Lung region segmentation is a fundamental and critical medical image analysis task. Existing lung region segmentation methods still suffer from inaccurate lung region segmentation boundaries, lesion-related artifacts, and limited ability to exploit multiscale information. In this paper, we proposed EAM-Net for lung region segmentation, which included an encoder-decoder structure and two new modules to address the abovementioned issues. First, an edge-assisted computing module was proposed, which integrated the shallow feature maps of the encoder for edge prediction, and transferred the edge prediction information to the segmentation task to optimize the edge parts of the segmentation results. We further designed a mask attention module after each decoding layer, which used the mask attention operation to enhance the lung regions while suppressing lesion-related artifacts.
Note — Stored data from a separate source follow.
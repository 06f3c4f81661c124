import { Router } from 'express';
import { z } from 'zod';
import type { Db } from '../db/client.js';
import { validate } from '../http/validate.js';
import { ApiTokenService } from './api-token-service.js';
import { signedInUser } from './authenticate.js';
import { requireAuth } from './require-auth.js';

export const createBody = z.object({ name: z.string().trim().min(1, 'must not be empty').max(100) });
export const tokenParams = z.object({ id: z.uuid() });

/** Personal API tokens of the signed-in user; the secret is returned once, at creation. */
export function apiTokenRoutes(db: Db): Router {
  const tokens = new ApiTokenService(db);
  const router = Router();
  router.use(requireAuth);

  router.get('/', async (req, res) => {
    res.json(await tokens.list(signedInUser(req).id));
  });

  router.post('/', validate({ body: createBody }), async (req, res) => {
    const { name } = req.valid.body as z.infer<typeof createBody>;
    res.status(201).json(await tokens.create(signedInUser(req).id, name));
  });

  router.delete('/:id', validate({ params: tokenParams }), async (req, res) => {
    const { id } = req.valid.params as { id: string };
    await tokens.revoke(signedInUser(req).id, id);
    res.status(204).end();
  });

  return router;
}
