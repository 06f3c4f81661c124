// Runs autocannon in its own process, so the load generator does not share the
// event loop of the server it measures. Reads its options as JSON from argv[2]
// (autocannon's, plus `distinctPathsFile`),
// prints one JSON line: { rps, requests, non2xx, errors, p50, p95, p99, duration }
// (errors: connection errors and timeouts, which have no status).
import { readFileSync } from 'node:fs';
import autocannon from 'autocannon';

const opts = JSON.parse(process.argv[2]);
// `distinctPathsFile`: a JSON list of paths; every request, over all connections, takes the
// next one (a load where no two requests are the same while the list lasts).
if (opts.distinctPathsFile) {
  const paths = JSON.parse(readFileSync(opts.distinctPathsFile, 'utf8'));
  delete opts.distinctPathsFile;
  let next = 0;
  opts.requests = [{ method: 'GET', setupRequest: (req) => ({ ...req, path: paths[next++ % paths.length] }) }];
}
const samples = [];
let non2xx = 0;
const instance = autocannon(opts, (err, result) => {
  if (err) {
    console.error(err.message);
    process.exit(1);
  }
  samples.sort((a, b) => a - b);
  const pct = (p) => samples[Math.min(samples.length - 1, Math.floor((p / 100) * samples.length))] ?? NaN;
  console.log(
    JSON.stringify({
      rps: result.requests.average,
      requests: samples.length,
      non2xx,
      errors: result.errors + result.timeouts,
      p50: pct(50),
      p95: pct(95),
      p99: pct(99),
      duration: result.duration,
    }),
  );
});
instance.on('response', (_client, status, _bytes, ms) => {
  samples.push(ms);
  if (status < 200 || status >= 300) non2xx++;
});
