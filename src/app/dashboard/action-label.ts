/** Verbs for the audit actions docs/api.md lists; the subject follows them in the sentence. */
const verbs: Record<string, string> = {
  'invitation.created': 'invited',
  'invitation.revoked': 'withdrew the invitation of',
  'invitation.accepted': 'accepted the invitation for',
  'member.role_changed': 'changed the role of',
  'member.removed': 'removed',
  'catalogue.exported': 'exported',
  'auth.sign_in_failed': 'gave a wrong password accepting an invitation for',
  'security.csrf_refused': 'was refused (no valid CSRF value) on',
  'security.rate_limited': 'was refused (too many attempts) on',
};

/**
 * Turns an audit action code into words: a verb for the known ones, and the code
 * itself spelled out ("model.created" → "model created") for codes added later.
 */
export function actionLabel(action: string): string {
  return verbs[action] ?? action.replace(/[._-]+/g, ' ').trim();
}

/** "(designer → reviewer)" for a role change, from its details; empty otherwise. */
export function actionDetail(action: string, details: unknown): string {
  if (action !== 'member.role_changed' || typeof details !== 'object' || details === null) return '';
  const { from, to } = details as { from?: unknown; to?: unknown };
  return typeof from === 'string' && typeof to === 'string' ? `(${from} → ${to})` : '';
}
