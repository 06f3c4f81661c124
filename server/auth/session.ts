import type { Queryable } from '../db/client.js';
import type { AuthUser } from './authenticate.js';
import { groupsOfUser } from './user-repository.js';
import type { Session } from '../../shared/api/auth.js';

export type { Session } from '../../shared/api/auth.js';

export async function sessionOf(q: Queryable, user: AuthUser, csrfToken: string): Promise<Session> {
  return {
    user: { id: user.id, email: user.email, name: user.name },
    groups: await groupsOfUser(q, user.id),
    csrfToken,
    siteOperator: user.siteOperator,
  };
}
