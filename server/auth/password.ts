import { threadPasswordHasher, type PasswordHasher } from './password-hasher.js';

/**
 * bcrypt work factor 10 (2^10 rounds): the OWASP password-storage cheat sheet's minimum.
 * Measured with bcryptjs on this 2-core machine: cost 10 ≈ 206 ms, 11 ≈ 369 ms, 12 ≈ 774 ms
 * per hash; 12 would make every sign-in take most of a second. Tests pass 4 for speed.
 */
export const defaultPasswordCost = 10;

/** Hashes in a worker thread (password-hasher.ts), so the caller's event loop stays free. */
export function hashPassword(password: string, cost = defaultPasswordCost, hasher: PasswordHasher = threadPasswordHasher): Promise<string> {
  return hasher.hash(password, cost);
}

export function verifyPassword(password: string, hash: string, hasher: PasswordHasher = threadPasswordHasher): Promise<boolean> {
  return hasher.verify(password, hash);
}

/**
 * A hash of a random password, compared against when the e-mail is unknown so a wrong
 * e-mail takes as long as a wrong password (no account enumeration by timing).
 */
const dummyHashes = new Map<number, Promise<string>>();
export function dummyPasswordHash(cost = defaultPasswordCost, hasher: PasswordHasher = threadPasswordHasher): Promise<string> {
  let hash = dummyHashes.get(cost);
  if (!hash) {
    hash = hasher.hash(crypto.randomUUID(), cost);
    dummyHashes.set(cost, hash);
  }
  return hash;
}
In addition, a multiscale aggregation loss was proposed to exploit multiscale segmentation information and jointly optimize the edge prediction and lung region segmentation tasks.

The results on the JSRT, Shenzhen, and Montgomery datasets confirmed that EAM-Net achieved better lung region segmentation performance than the baseline and state-of-the-art lung region segmentation methods. Our future work includes the following two aspects. On the one hand, we intend to extend EAM-Net to other medical image segmentation tasks. On the other hand, we plan to explore an end-to-end deep learning model for joint lung region segmentation and lung disease classification.

Abbreviations

CXR:Chest X-ray
CNNs:Convolutional neural networks
ReLU:Rectified linear unit
PA:Pixal accuracy.

Data Availability

The data that support the findings of this study are available on request from the corresponding author.

Conflicts of Interest

The authors declare that they have no conflicts of interest.

Acknowledgments

This work was supported in part by the National Key R&D Program of China under Grant 2022YFC2010200, in part by the National Natural Science Foundation of China under Grant 61976225, and in part by the Science and Technology Innovation Program of Hunan Province under Grant 2022RC3013.